Abstract

INTRODUCTION: Lateral lumbar interbody fusion (LLIF) including the anterior-to-psoas oblique lumbar interbody fusion (OLIF) has conventionally relied on pedicle screw placement (PSP) for construct stabilization. Single-position surgery with lumbar interbody fusion (LIF) in the lateral decubitus position with concomitant PSP has been associated with increased operative efficiency. What remains unclear is the accuracy of PSP with robotic guidance when compared to the more familiar prone patient positioning.
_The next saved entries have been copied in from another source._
"""How far a page stands out of its paper, where the paper itself is stained and worn.

`density` divides by paper that changes over millimetres. Here the paper is followed as closely as
the strokes allow, so that stains, folds and show-through wider than some strokes are paper too.
"""

from __future__ import annotations

from dataclasses import dataclass

import numpy as np
from numpy.typing import NDArray
from PIL import Image

from scanclean.ink.blocks import Surface, sliding_max, sliding_min
from scanclean.ink.density import otsu_level

__all__ = ["INK", "Contrast", "close_paper", "measure_contrast"]

INK = 180.0
"""Contrast of the page's ink in the steps of `Contrast.values`; the darkest ink still fits."""

_CELL = 4  # pixels of a cell of the reduced page
_CLOSING_STROKES = 6.0  # what is narrower than this many strokes is closed over
_LEAST_CLOSING = 28.0  # pixels
_BELOW = 0.04  # a cell darker than the surface by more than this share is no paper
_SMOOTHING = 0.3  # standard deviation, share of the closing's width
_ROUNDS = 4  # of lifting the surface off what is no paper
_FEW = 0.05  # share of paper cells near by at which the closing has half the say
_GLARE = 4.0  # grey levels; keeps the contrast of nearly black paper finite
_DARK_PAPER = (0.25, 0.5)  # of the page's bright paper: what is darker does not count, or less
_INK_QUANTILE = 0.75  # of the darker class
_LEAST_INK = 0.08  # contrast under which nothing is called ink


@dataclass(frozen=True, eq=False)
class Contrast:
    """Contrast of every pixel with the paper near by.

    Attributes
    ----------
    values : uint8, shape (H, W)
        0 on paper, about `INK` on ink.
    stroke_px : float
        Width of the page's strokes.
    """

    values: NDArray[np.uint8]
    stroke_px: float


def measure_contrast(grey: NDArray[np.uint8], stroke_px: float) -> Contrast:
    """Measure the contrast ``1 - page / paper`` of a dark-on-light page, scaled by its ink's.

    Bindings, tables and burnt edges are much darker than the page; what lies on them does not
    count.

    Parameters
    ----------
    grey : uint8, shape (H, W)
    stroke_px : float

    Returns
    -------
    Contrast
    """
    paper = close_paper(grey, stroke_px)
    none, full = _DARK_PAPER
    bright = float(np.quantile(paper.grid, 0.8))
    counts = np.clip((paper.grid / bright - none) / (full - none), 0.0, 1.0)
    gain = counts / (paper.grid + _GLARE)
    scale = Surface(gain.astype(np.float32), paper.size, paper.shape)
    # one row of each row of blocks tells how dark the ink is
    sample = slice(min(paper.size // 2, len(grey) // 2), None, paper.size)
    ink = _ink_contrast((paper.rows(sample) - grey[sample]) * scale.rows(sample))
    scale = Surface((gain * (INK / ink)).astype(np.float32), paper.size, paper.shape)
    values = np.empty_like(grey)
    for (rows, level), (_, factor) in zip(paper.strips(), scale.strips(), strict=True):
        level -= grey[rows]
        level *= factor
        level += np.float32(0.5)
        np.clip(level, 0.0, 255.0, out=level)
        values[rows] = level
    return Contrast(values, stroke_px)


def close_paper(grey: NDArray[np.uint8], stroke_px: float) -> Surface:
    """Level of the paper, followed as closely as the strokes allow.

    1. Closing of the reduced page by a box some strokes wide.
    2. Some rounds of: mean of the cells that are no darker than the surface, weighted by a
       Gaussian. The closing clings to the brightest grain and sinks under broad strokes; the mean
       does neither. Where few cells are bright enough, the closing stays.

    Parameters
    ----------
    grey : uint8, shape (H, W)
        Dark on light.
    stroke_px : float

    Returns
    -------
    Surface
        In grey levels, at least 1.
    """
    cells = np.asarray(Image.fromarray(grey).reduce(_CELL))
    width = max(_LEAST_CLOSING, _CLOSING_STROKES * stroke_px) / _CELL
    side = 2 * round((width - 1) / 2) + 1
    closed = sliding_min(sliding_max(cells, side), side)
    # the surface is smooth: two cells each way share one of its points
    sigma = _SMOOTHING * side
    closing = _halved(closed.astype(np.float32))
    surface = closing
    level = closed.astype(np.float32)
    for _ in range(_ROUNDS):
        is_paper = cells > np.float32(1 - _BELOW) * level
        weight = _blurred(_halved(is_paper.astype(np.float32)), sigma)
        total = _blurred(_halved((is_paper * cells).astype(np.float32)), sigma)
        trust = weight / (weight + np.float32(_FEW))
        mean = total / np.maximum(weight, np.float32(1e-6))
        surface = (closing + trust * (mean - closing)).astype(np.float32, copy=False)
        level = Surface(surface, 2, cells.shape).rows(slice(None))
    return Surface(np.maximum(surface, 1.0), 2 * _CELL, grey.shape)


def _blurred(values: NDArray[np.float32], sigma: float) -> NDArray[np.float32]:
    from scipy.ndimage import gaussian_filter

    return np.asarray(gaussian_filter(values, sigma, truncate=2.5), np.float32)


def _halved(cells: NDArray[np.float32]) -> NDArray[np.float32]:
    return np.asarray(Image.fromarray(cells).reduce(2))


def _ink_contrast(contrast: NDArray[np.float32]) -> float:
    """Contrast of the ink: an upper quantile of what Otsu's threshold calls ink."""
    steps = np.clip(contrast * 255, 0, 255).astype(np.uint8)
    histogram = np.bincount(steps.ravel(), minlength=256)
    histogram[: otsu_level(histogram) + 1] = 0
    count = np.cumsum(histogram)
    return max(_LEAST_INK, float(np.searchsorted(count, _INK_QUANTILE * count[-1])) / 255)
METHODS: We identified all consecutive patients treated with interbody fusion and PSP in the prone or lateral position by a single surgeon between January 2019 and October 2022. All pedicle screws placed were analyzed using CT imaging to determine appropriate positioning according to the Gertzbein-Robbins Classification Grading System. Multivariate logistic regression models were constructed to identify risk factors for the occurrence of a radiographically significant breach. RESULTS: 89 consecutive patients were included (n = 690 screws), of whom 46 were treated in the prone position (n = 477 screws) and 43 in the lateral decubitus position (n = 213 screws). There were fewer breaches in the prone (n = 13; 2.7%) versus lateral decubitus group (n = 15; 7.0%; p = 0.012). Nine (1.9%) radiographically significant breaches occurred in the prone group compared to 10 (4.7%) in the lateral decubitus group (p = 0.019), for a prone vs. lateral decubitus pedicle screw accuracy rate of 98.1% vs. 95.3%. There were no significant differences in BMI between prone vs. lateral decubitus cohorts (30.1 vs. 29.6) or breached patients vs. non-breached patients (31.2 vs. 29.5). In multivariate models, prone position was the only significant protective factor for screw accuracy; we did not identify any other significant risk factors for screw breach. CONCLUSIONS: The present data suggest pedicle screws placed with robotic assistance have higher placement accuracy in the prone position.